_Task brief_
Look through the data and write out every line with the word "newSecret" in it.
[Opening Material for the task section]
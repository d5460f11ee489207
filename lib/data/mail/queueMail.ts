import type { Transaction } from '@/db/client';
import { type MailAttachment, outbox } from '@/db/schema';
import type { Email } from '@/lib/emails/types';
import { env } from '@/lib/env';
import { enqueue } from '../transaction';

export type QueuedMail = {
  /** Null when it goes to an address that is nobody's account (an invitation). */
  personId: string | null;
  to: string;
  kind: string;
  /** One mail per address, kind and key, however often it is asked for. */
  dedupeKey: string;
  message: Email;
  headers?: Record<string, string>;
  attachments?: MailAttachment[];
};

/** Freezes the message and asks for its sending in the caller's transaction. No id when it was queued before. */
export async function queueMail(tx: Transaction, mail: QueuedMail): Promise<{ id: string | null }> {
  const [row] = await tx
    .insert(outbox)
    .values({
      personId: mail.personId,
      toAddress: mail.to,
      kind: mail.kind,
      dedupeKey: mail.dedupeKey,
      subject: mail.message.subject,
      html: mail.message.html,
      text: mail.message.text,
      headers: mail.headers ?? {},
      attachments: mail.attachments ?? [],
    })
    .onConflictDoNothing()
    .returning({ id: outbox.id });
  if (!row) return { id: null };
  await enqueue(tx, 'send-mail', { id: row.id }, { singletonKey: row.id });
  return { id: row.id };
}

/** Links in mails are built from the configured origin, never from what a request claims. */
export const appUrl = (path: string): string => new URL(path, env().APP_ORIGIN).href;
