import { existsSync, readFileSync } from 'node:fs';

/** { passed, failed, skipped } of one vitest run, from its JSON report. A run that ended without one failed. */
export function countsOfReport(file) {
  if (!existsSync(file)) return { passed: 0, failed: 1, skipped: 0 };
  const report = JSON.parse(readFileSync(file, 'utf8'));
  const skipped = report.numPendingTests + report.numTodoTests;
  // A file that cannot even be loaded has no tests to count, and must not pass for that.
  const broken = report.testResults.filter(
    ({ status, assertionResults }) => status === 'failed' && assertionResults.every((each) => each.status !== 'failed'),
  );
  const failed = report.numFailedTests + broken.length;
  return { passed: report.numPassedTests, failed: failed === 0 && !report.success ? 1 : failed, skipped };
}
[Closing Material for the task section]
[Opening Material for the task section]
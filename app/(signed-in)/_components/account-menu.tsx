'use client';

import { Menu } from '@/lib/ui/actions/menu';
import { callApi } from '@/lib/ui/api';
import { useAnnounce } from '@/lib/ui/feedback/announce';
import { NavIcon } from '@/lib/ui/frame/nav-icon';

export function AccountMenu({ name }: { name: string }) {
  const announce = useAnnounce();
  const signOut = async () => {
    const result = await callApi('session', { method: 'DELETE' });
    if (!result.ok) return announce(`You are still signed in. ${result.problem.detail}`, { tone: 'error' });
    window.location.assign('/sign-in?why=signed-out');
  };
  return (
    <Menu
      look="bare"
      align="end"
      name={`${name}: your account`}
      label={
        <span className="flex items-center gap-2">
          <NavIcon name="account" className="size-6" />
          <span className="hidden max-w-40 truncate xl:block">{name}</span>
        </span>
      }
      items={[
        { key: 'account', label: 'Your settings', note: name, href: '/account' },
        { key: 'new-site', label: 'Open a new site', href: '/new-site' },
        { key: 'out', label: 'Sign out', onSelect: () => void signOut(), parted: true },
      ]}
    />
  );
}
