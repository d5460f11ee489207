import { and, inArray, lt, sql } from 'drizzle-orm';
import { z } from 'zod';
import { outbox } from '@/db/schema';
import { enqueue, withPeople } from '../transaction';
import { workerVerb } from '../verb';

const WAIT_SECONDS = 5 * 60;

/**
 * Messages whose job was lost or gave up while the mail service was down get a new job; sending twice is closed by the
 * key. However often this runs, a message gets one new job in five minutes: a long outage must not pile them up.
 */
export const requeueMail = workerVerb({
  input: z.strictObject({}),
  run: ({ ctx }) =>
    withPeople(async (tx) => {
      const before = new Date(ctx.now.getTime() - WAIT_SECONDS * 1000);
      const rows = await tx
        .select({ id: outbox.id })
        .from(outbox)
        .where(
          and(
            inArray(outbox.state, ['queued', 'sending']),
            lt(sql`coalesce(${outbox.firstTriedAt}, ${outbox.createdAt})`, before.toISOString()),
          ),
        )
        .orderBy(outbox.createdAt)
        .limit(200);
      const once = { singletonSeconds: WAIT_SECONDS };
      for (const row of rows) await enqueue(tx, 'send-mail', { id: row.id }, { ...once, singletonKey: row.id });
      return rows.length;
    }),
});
[Closing Material for the task section]
[Opening Material for the task section]
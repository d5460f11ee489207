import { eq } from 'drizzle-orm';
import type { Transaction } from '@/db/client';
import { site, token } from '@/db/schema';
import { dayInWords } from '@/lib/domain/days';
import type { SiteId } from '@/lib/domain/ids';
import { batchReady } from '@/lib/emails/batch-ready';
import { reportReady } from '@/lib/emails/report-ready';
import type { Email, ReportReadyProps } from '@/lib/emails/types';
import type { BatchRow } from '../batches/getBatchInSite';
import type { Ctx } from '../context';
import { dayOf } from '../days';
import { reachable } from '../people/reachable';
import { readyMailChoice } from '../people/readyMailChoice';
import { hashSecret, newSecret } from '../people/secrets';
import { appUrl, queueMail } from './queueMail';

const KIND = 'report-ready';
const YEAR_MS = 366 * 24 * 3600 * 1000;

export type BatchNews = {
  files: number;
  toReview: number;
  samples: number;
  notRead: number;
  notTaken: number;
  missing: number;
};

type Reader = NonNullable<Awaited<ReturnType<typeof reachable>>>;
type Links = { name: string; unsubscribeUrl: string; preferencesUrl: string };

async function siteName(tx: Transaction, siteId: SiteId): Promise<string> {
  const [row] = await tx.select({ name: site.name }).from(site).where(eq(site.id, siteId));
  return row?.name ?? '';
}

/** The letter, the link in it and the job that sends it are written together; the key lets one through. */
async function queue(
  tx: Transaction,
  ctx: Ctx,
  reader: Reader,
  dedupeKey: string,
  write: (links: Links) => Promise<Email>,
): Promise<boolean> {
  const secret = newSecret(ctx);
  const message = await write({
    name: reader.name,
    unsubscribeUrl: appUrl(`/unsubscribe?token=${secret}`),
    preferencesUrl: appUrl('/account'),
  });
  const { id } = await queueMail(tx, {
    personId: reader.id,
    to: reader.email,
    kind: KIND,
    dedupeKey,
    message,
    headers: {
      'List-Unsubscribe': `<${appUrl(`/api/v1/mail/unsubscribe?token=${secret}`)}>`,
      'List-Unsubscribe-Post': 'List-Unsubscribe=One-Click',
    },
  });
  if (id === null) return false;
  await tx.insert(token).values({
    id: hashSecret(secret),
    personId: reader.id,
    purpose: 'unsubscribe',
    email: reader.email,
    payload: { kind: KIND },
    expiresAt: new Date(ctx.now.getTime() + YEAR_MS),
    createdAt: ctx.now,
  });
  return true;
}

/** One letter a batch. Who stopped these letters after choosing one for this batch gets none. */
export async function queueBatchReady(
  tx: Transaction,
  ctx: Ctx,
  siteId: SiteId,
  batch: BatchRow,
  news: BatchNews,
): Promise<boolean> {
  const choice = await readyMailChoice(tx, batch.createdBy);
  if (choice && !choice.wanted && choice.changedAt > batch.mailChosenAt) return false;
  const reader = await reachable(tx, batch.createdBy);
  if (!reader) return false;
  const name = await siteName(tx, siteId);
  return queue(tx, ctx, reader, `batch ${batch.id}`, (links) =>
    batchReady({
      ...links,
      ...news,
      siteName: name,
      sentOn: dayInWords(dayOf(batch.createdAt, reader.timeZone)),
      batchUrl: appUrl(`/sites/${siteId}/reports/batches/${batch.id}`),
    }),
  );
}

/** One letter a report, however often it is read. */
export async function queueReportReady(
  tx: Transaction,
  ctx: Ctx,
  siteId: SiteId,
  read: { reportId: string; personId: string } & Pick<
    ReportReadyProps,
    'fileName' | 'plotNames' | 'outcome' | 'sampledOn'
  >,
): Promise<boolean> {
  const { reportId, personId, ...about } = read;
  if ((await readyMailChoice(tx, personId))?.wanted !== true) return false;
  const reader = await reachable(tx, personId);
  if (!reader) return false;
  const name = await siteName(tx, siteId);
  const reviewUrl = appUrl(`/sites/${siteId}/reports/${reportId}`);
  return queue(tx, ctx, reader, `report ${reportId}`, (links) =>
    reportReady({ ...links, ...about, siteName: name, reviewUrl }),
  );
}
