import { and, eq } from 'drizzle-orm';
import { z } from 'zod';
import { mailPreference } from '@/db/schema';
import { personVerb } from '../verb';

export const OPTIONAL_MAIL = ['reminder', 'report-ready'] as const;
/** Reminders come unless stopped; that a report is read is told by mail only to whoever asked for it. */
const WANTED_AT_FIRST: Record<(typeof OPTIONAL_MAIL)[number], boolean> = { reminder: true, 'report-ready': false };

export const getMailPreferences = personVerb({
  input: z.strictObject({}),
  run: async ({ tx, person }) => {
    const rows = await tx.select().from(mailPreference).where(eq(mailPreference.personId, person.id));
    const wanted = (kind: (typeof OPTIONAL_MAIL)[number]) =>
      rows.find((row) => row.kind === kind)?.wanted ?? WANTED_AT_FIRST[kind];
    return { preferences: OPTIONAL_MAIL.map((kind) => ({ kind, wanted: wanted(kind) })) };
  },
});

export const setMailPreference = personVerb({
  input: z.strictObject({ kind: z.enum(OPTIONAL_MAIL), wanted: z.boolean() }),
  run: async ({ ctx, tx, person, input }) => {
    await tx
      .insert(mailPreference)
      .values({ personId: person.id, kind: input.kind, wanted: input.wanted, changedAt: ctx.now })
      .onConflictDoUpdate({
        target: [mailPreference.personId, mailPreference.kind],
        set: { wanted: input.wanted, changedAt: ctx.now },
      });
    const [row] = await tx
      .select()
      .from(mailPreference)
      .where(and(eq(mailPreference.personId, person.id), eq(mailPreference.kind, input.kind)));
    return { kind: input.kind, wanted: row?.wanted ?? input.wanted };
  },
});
[Closing Material for the task section]
_Task result_
import { hashSecret, newSecret } from '../people/secrets';
  const secret = newSecret(ctx);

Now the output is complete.